Sunday, May 20, 2012

Today's Readings, Psalmody and Gospel


Spring has finally arrived in New York!  One of the great passages of springtime anywhere is that we celebrate "Eastertide", the 50 days of the liturgical season of Easter now.  Many thousands of catechumens around the globe are also receiving their First Holy Communion, the body, blood, soul and divinity of Jesus, Our Lord.

In today's readings, we hear  first from the Acts of the Apostles, the great New Testament Book that is placed fifth in the canon, just after the four holy Gospels of Mathew, Mark, Luke and John.  Peter, the first Pope, stands up among the 120 disciples in the Church of our infancy in Jerusalem.  He announces that they must choose a successor Apostle to replace Judas who betrayed our Lord and refused his mercy, perishing in an unthinkable way.  Matthias is chosen by lot.  Judas Barsabbas was worthy as well but the disciples trusted in the Holy Spirit to choose for them between the two disciples who were witnesses to the ministry of Jesus from the time of his baptism until his Ascension.  This is great testimony about our unbroken apostolic succession that carries on to this day with our bishops, who are truly the successors of the Apostles.  We recall this every time we say and pray the Nicene Creed and say, "One holy catholic and apostolic church."

Our Psalm reminds us that Jesus is in heaven, that he sits at the right hand of God the Father and is our just judge.  We must also remember that he is transcendent, no longer confined by time and space.  So he is equally present to the heavenly choir of Angels and Saints as he is to us when the bread and wine which we offer on the altar of sacrifice become consecrated into his body and blood.

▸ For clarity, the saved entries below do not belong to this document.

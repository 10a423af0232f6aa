/**
 * Words written short, cut off by a period: "Calif." for California, "Md." for Maryland,
 * "Harrowm. Wharf" for Harrowmouth Wharf; or contracted with an apostrophe: "H'mouth". Checked on an invented table of the gazette and on the
 * US states of the `iso-3166-2` package, named by the abbreviations newspapers and the federal
 * printers used before the postal codes (from memory).
 */
import { createRequire } from "node:module";
import { afterAll, beforeAll, describe, expect, it } from "vitest";
import { abbreviates, normalizeName } from "../src/normalize/name.js";
import { openTableKb, type TableKb } from "./helpers/table-kb.js";

const require = createRequire(import.meta.url);

describe("abbreviates", () => {
  it("reads the first letters of a word, or a contraction keeping its first and last", () => {
    expect(abbreviates("calif", "california")).toBe(true);
    expect(abbreviates("harrowm", "harrowmouth")).toBe(true);
    expect(abbreviates("md", "maryland")).toBe(true);
    expect(abbreviates("rly", "railway")).toBe(true);
    expect(abbreviates("calif", "calif")).toBe(false);
    expect(abbreviates("md", "maryborough")).toBe(false);
    expect(abbreviates("c", "california")).toBe(false);
  });

  it("applies to words a period cuts off, not to initials, acronyms or words the lexicon reads", () => {
    expect(normalizeName("Harrowm. Wharf", "location").abbreviated).toEqual(["harrowm"]);
    expect(normalizeName("W.Va.", "location").abbreviated).toEqual(["va"]);
    expect(normalizeName("S.G.E.", "organization").abbreviated).toEqual([]);
    expect(normalizeName("St. Aldric's", "location").abbreviated).toEqual([]);
    expect(normalizeName("Jno. Aldous", "person").abbreviated).toEqual([]);
  });
});

describe("linking names with words written short", () => {
  let gazette: TableKb;
  beforeAll(async () => {
    gazette = await openTableKb(
      [
        "id,name,type",
        "W1,Harrowmouth Wharf,wharf",
        "W2,Stenmouth Wharf,wharf",
        "R1,Wend Valley Railway,company",
        "T1,Harrowmouth,town",
      ].join("\n"),
      "hawser-abbreviated-",
    );
  });
  afterAll(() => gazette.close());

  it("links them, and says so", () => {
    const r = gazette.linker.link({ id: "m", text: "Harrowm. Wharf", type: "FAC" });
    expect(r.entity).toBe("W1");
    expect(r.reasons.map((x) => x.code)).toContain("name-abbreviated");
    expect(gazette.linker.link({ id: "m", text: "Wend Valley Rly.", type: "ORG" }).entity).toBe("R1");
  });

  it("links a long name contracted with an apostrophe to its first letter and its ending", () => {
    // Clerks' contractions: "H'mouth" for Harrowmouth; "O'Brien" and "Jessop's" are not such.
    expect(normalizeName("H'mouth Wharf", "location").abbreviated).toEqual(["hmouth"]);
    expect(normalizeName("O'Brien Wharf", "location").abbreviated).toEqual([]);
    expect(normalizeName("Jessop's Wharf", "location").abbreviated).toEqual([]);
    const r = gazette.linker.link({ id: "m", text: "H'mouth", type: "LOC" });
    expect(r.entity).toBe("T1");
    expect(r.reasons.map((x) => x.code)).toContain("name-abbreviated");
    expect(gazette.linker.link({ id: "m", text: "S'mouth Wharf", type: "FAC" }).entity).toBe("W2");
  });

  it("not without the period, nor where the table knows the short word", () => {
    expect(
      gazette.linker.link({ id: "m", text: "Harrowm Wharf", type: "FAC" }).reasons.map((x) => x.code),
    ).not.toContain("name-abbreviated");
    // "Harrowmouth." is the town's whole name with a full stop, not a short word.
    expect(gazette.linker.link({ id: "m", text: "Harrowmouth.", type: "LOC" }).entity).toBe("T1");
  });
});

describe("US states named by their old abbreviations", () => {
  // From memory: the abbreviations of newspaper style books and the federal printers.
  const ABBREVIATIONS: Array<[string, string]> = [
    ["Calif.", "US-CA"],
    ["Mass.", "US-MA"],
    ["Penn.", "US-PA"],
    ["Pa.", "US-PA"],
    ["Wash.", "US-WA"],
    ["Ariz.", "US-AZ"],
    ["Ark.", "US-AR"],
    ["Colo.", "US-CO"],
    ["Conn.", "US-CT"],
    ["Del.", "US-DE"],
    ["Fla.", "US-FL"],
    ["Ga.", "US-GA"],
    ["Ill.", "US-IL"],
    ["Ind.", "US-IN"],
    ["Kan.", "US-KS"],
    ["Ky.", "US-KY"],
    ["La.", "US-LA"],
    ["Md.", "US-MD"],
    ["Mich.", "US-MI"],
    ["Minn.", "US-MN"],
    ["Mont.", "US-MT"],
    ["Neb.", "US-NE"],
    ["Nev.", "US-NV"],
    ["Okla.", "US-OK"],
    ["Ore.", "US-OR"],
    ["Tenn.", "US-TN"],
    ["Tex.", "US-TX"],
    ["Vt.", "US-VT"],
    ["Va.", "US-VA"],
    ["Wis.", "US-WI"],
    ["Wyo.", "US-WY"],
    ["W.Va.", "US-WV"],
    ["N. Dak.", "US-ND"],
    ["S. Dak.", "US-SD"],
    ["N. Mex.", "US-NM"],
    ["Ala.", "US-AL"],
    ["Miss.", "US-MS"],
    ["Mo.", "US-MO"],
  ];
  let states: TableKb;
  beforeAll(async () => {
    const us = (require("iso-3166-2") as { data: Record<string, { sub: Record<string, { name: string }> }> })
      .data.US!.sub;
    const rows = ["id,name,type", ...Object.entries(us).map(([code, s]) => `${code},"${s.name}",state`)];
    states = await openTableKb(`${rows.join("\n")}\n`, "hawser-states-");
  });
  afterAll(() => states.close());

  it("links most (a lone compass initial read beside a short word), and leaves the ones that begin two names NIL", () => {
    const rows = ABBREVIATIONS.map(([text, code]) => ({
      code,
      row: states.linker.link({ id: text, text, type: "GPE" }),
    }));
    const right = rows.filter((r) => r.row.entity === r.code).length;
    const wrong = rows.filter((r) => r.row.entity !== null && r.row.entity !== r.code);
    expect(right).toBeGreaterThanOrEqual(35);
    // "Ala." begins Alabama and Alaska, "Miss." Mississippi and Missouri: NIL. "Mo." for Missouri
    // is a convention: the letters begin Montana.
    expect(wrong.map((r) => r.row.mention)).toEqual(["Mo."]);
  });
});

Deus caritas est. God is Love.  Love is God.
In our second reading, Saint John the Evangelist reminds us (in his first "Epistle" or letter) that:
"God is love, and whoever remains in love
remains in God and God in him."

We must remain in his love to get to eternity.  This means we must always have virtue on our mind, not vice.  We must seek sanctification and purification most especially through the sacraments of the Church, the universal sacrament of salvation (Lumen Gentium).  


Jesus Christ is Truth; in fact the fulfillment of all truth known by man since the beginning of time.
In the Gospel, we hear a great prayer from the Son to the Father.  Jesus asks that we be consecrated in truth.  What is truth? This is the question Pontius Pilate (the pagan Roman ruler of Judea) will ask our Messiah Jesus in the very next chapter of John's Gospel after today's selection (Jn 18:38).  The answer to his question, is that Jesus is TRUTH.  He who has already said this to his disciples earlier in Saint John's Gospel.  We recall that passage- "I am the way, the truth and the life" (Jn 14:6).  


He sends us into the world as his light to bring good news to all, the literal meaning of the world "gospel" in Greek.  When we know this and live this truth, we see his face in everyone we encounter.  Just as the great saints have done.  The witness to hope that we see in Blessed Mother Theresa or Pope John Paul II.  We see it also in the "little flower", Saint Therese of Liseaux and the multitudes who make up the cloud of witnesses.  So many, but never easy...How do we prepare for this ministry to the world?


We do so by receiving Holy Communion.  Receiving Communion can be easy if we trivialize it as such.  We just present ourselves to the minister properly and receive him and then consume Him.  However, what makes it Holy is how we prepare to do so.


It is not unlike the first Holy Comminicants.  They properly prepare through prayer and study of Holy Mother Church, her tradition and scripture.  The go to the Sacrament of Reconciliation beforehand.  We should view the example of the children as a good signal for us to do the same.  


How else can we be the light of the world?
How else can we be holy?
How else can we not belong to the world, but to God the Father, His son the Christ (today's Gospel) and His Holy Spirit?


We are called to be virtous and "innocent"' just like the little children who received him for the first time this year.  Remember Jesus says we must be like little children to enter the kingdom of heaven (Mathew, Chapter 18, verse 3).




What can stop us from saying "yes" to Jesus and not yes to the false notions of sin?
Perhaps that very world that he warns us about, that by some great mystery is filled with evil can turn us from goodness and God to sinfulness and vice which is not of God.


We must sanctify ourselves through our one, holy, catholic and apostolic faith and turn the darkness of the world into His lightness and being.


For the world will be a better place with much faith, hope and charity then.  Who, in goodness, will argue against this?